Ребята мстили ему прозвищами. Отбегут подальше и кричат:
– Трясогуз! Трясогуз! Дядя Матвей – попрыгучий воробей!
Пашке хотелось защитить дядю, он отчаянно бросался на обидчиков и жестоко страдал: ребята колотили его, вымещая на нем зло к дяде. И прозвища оставались, их невозможно было истребить.
Нынче Пашка уже смотрел на все другими глазами. Ему пошел шестнадцатый год. Жизнь в дядином доме стала тяготить его.

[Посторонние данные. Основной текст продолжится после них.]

#[test]
fn undefined_variable_in_formula() {
    let line = bad_scenario(
        "undef.toml",
        &edit("sin(3*x)", "sin(3*z)"),
        &["undef.toml:16:", "data.truth.formula"],
    );
    assert!(line.contains("`z`"), "must name the variable: {line}");
}

#[test]
fn formula_syntax_error() {
    bad_scenario(
        "formula-syntax.toml",
        &edit("sin(3*x)", "sin(3*x"),
        &["formula-syntax.toml:16:", "data.truth.formula", "sin(3*x"],
    );
}

#[test]
fn formula_nan_at_drawn_input() {
    // sqrt(x - 2) is NaN for every x in [0, 1]: the error must name the formula, the input
    // values where it failed, the file and the key of the formula.
    let line = bad_scenario(
        "nan.toml",
        &edit("sin(3*x)", "sqrt(x - 2)"),
        &["nan.toml", "data.truth.formula", "sqrt(x - 2)", "x = "],
    );
    assert!(line.contains("NaN"), "should say the value is NaN: {line}");
}

#[test]
fn negative_sd_formula_at_drawn_input() {
    bad_scenario(
        "sd-neg.toml",
        &edit("sd = 0.5", "sd_formula = \"x - 2\""),
        &["sd-neg.toml", "data.noise.sd_formula", "x - 2", "x = "],
    );
}

#[test]
fn both_sd_and_sd_formula() {
    bad_scenario(
        "both-sd.toml",
        &edit("sd = 0.5\n", "sd = 0.5\nsd_formula = \"0.1 + x\"\n"),
        &["both-sd.toml:19:", "data.noise", "sd_formula"],
    );
}

#[test]
fn negative_sd() {
    bad_scenario(
        "neg-sd.toml",
        &edit("sd = 0.5", "sd = -1"),
        &["neg-sd.toml:19:", "data.noise.sd"],
    );
}

#[test]
fn unknown_builtin() {
    bad_scenario(
        "builtin.toml",
        &edit("formula = \"sin(3*x)\"", "builtin = \"friedman9\""),
        &["builtin.toml:16:", "data.truth.builtin", "friedman9"],
    );
}

#[test]
fn eval_design_with_random_design() {
    bad_scenario(
        "eval-design.toml",
        &edit(
            "design = \"random\"\n",
            "design = \"random\"\neval = \"design\"\n",
        ),
        &["eval-design.toml:10:", "data.eval"],
    );
}

#[test]
fn absurd_sizes_are_rejected_without_panicking() {
    // 2^62 rows cannot be allocated: the allocation size overflows at once, so this is safe to
    // run, and the answer must be an error naming the key, not a crash.
    bad_scenario(
        "huge-eval.toml",
        &edit("eval_size = 20", "eval_size = 4611686018427387904"),
        &["huge-eval.toml:8:", "data.eval_size"],
    );
    bad_scenario(
        "huge-train.toml",
        &edit("train_size = 30", "train_size = 4611686018427387904"),
        &["huge-train.toml:7:", "data.train_size"],
    );
}

#[test]
fn unknown_flag_is_a_usage_error() {
    // clap prints a usage block after the error line, so only the first line is checked here.
    let dir = tempfile::tempdir().unwrap();
    for args in [
        &["run", "--bogus"][..],
        &["validate"][..],
        &["frobnicate"][..],
        &["run", "--replicates", "many"][..],
        &["run", "--threads", "-3"][..],
    ] {
        let out = lossprism(dir.path(), args);
        no_panic(&out);
        let err = text(&out.stderr);
        assert_eq!(out.status.code(), Some(2), "{args:?}: {err}");
        let first = err.lines().next().unwrap_or("");
        assert!(first.starts_with("error:"), "{args:?}: {err}");
    }
    let out = lossprism(dir.path(), &["run", "--bogus"]);
    assert!(text(&out.stderr)
        .lines()
        .next()
        .unwrap()
        .contains("--bogus"));
}

#[test]
fn help_and_version_exit_zero() {
    let dir = tempfile::tempdir().unwrap();
    for args in [&["--help"][..], &["run", "--help"][..], &["--version"][..]] {
        let out = lossprism(dir.path(), args);
        no_panic(&out);
        assert_eq!(out.status.code(), Some(0), "{args:?}");
        assert!(!out.stdout.is_empty());
    }
}

// ---------------------------------------------------------------------------------------------
// validate, families, the embedded default.
// ---------------------------------------------------------------------------------------------

fn shipped() -> Vec<PathBuf> {
    let mut v: Vec<PathBuf> = fs::read_dir(repo().join("scenarios"))
        .expect("scenarios/ exists")
        .map(|e| e.unwrap().path())
        .filter(|p| p.extension().is_some_and(|e| e == "toml"))
        .collect();
    v.sort();
    assert!(!v.is_empty(), "no shipped scenarios found");
    v
}

#[test]
fn validate_accepts_every_shipped_scenario() {
    for p in shipped() {
        let out = lossprism(&repo(), &["validate", p.to_str().unwrap()]);
        no_panic(&out);
        assert_eq!(
            out.status.code(),
            Some(0),
            "{}: {}",
            p.display(),
            text(&out.stderr)
        );
        assert!(text(&out.stdout).contains("valid"), "{}", p.display());
    }
}

#[test]
fn families_lists_the_four_families() {
    let out = lossprism(&repo(), &["families"]);
    no_panic(&out);
    assert_eq!(out.status.code(), Some(0));
    let s = text(&out.stdout);
    for (name, knob) in [
        ("tree", "max_depth"),
        ("knn", "k"),
        ("poly", "degree"),
        ("ridge", "penalty"),
    ] {
        let line = s
            .lines()
            .find(|l| l.split_whitespace().next() == Some(name))
            .unwrap_or_else(|| panic!("family `{name}` not listed:\n{s}"));
        assert!(
            line.split_whitespace().any(|w| w == knob),
            "family `{name}` should show knob `{knob}`: {line}"
        );
    }
}

#[test]
fn run_without_argument_runs_the_embedded_default() {
    let dir = tempfile::tempdir().unwrap();
    let out = lossprism(dir.path(), &["run", "--replicates", "20"]);
    no_panic(&out);
    assert_eq!(out.status.code(), Some(0), "{}", text(&out.stderr));
    let s = text(&out.stdout);
    assert!(s.contains("max_depth"), "table should name the knob:\n{s}");
    assert!(
        s.contains("reading:"),
        "table should carry the reading:\n{s}"
    );
    assert!(
        s.contains("R = 20"),
        "table should show the overridden R:\n{s}"
    );
    // One table row per grid value of the orchard scenario (depth 1..=10).
    for d in 1..=10 {
        assert!(
            s.lines()
                .any(|l| l.split_whitespace().next() == Some(&d.to_string())),
            "no table row for max_depth {d}:\n{s}"
        );
    }
    // Nothing written to the working folder.
    assert_eq!(fs::read_dir(dir.path()).unwrap().count(), 0);
}

#[test]
fn quiet_prints_nothing_and_needs_an_output() {
    let dir = tempfile::tempdir().unwrap();
    let f = put(dir.path(), "ok.toml", BASE);
    let out = lossprism(dir.path(), &["run", &f, "--quiet", "--out", "r.json"]);
    no_panic(&out);
    assert_eq!(out.status.code(), Some(0), "{}", text(&out.stderr));
    assert!(out.stdout.is_empty() && out.stderr.is_empty());
    // With no output file, --quiet would compute a result and show nothing: refused.
    let out = lossprism(dir.path(), &["run", &f, "--quiet"]);
    assert_bad(&out, &["--quiet", "--out"]);
}

// ---------------------------------------------------------------------------------------------
// Output files.
// ---------------------------------------------------------------------------------------------

fn num(v: &Value, what: &str) -> f64 {
    v.as_f64()
        .unwrap_or_else(|| panic!("`{what}` should be a number, got {v}"))
}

Надоело таскать на станцию корзины с зеленым луком, крыжовником, копчеными карасями. Стыдно было стоять на перроне здоровому парню и продавать все это пассажирам. Ему казалось, что из вагонных окон насмешливо смотрят на него десятки глаз.
Много накопил денег дядя Матвей. Но нет от них никакой пользы ни Пашке, ни тетке Анисье, ни самому хозяину. Прячет он их по разным углам в доме и сам, наверно, не знает, для чего прячет. Едят Кондаковы скупо, в магазине «лишнего не купят. В пальто или в костюме дядю не видывали, вечно в фуфайке и линялой кепке-блинке.
Заикнулся как-то Пашка о давнишней своей мечте – велосипеде, дядя Матвей руками замахал, дескать, баловство, перевод денег, да еще, чего доброго, голову свернешь. «Ты бы лучше о работенке подумал, – говорил он. – Поучился, восемь классов, славу богу, закончил, и хватит. Не век в школу ходить, пора к взрослой жизни приспосабливаться».
Пашка никогда не перечил ему и на этот раз промолчал, хотя внутри у него все сжалось от досады. В каждом осокинском доме есть велосипед, а дяде жаль денег. Недавно Пашка наткнулся в чулане на целый сверток десятирублевок, сунутых в кринку. Не мог понять он такой скупости.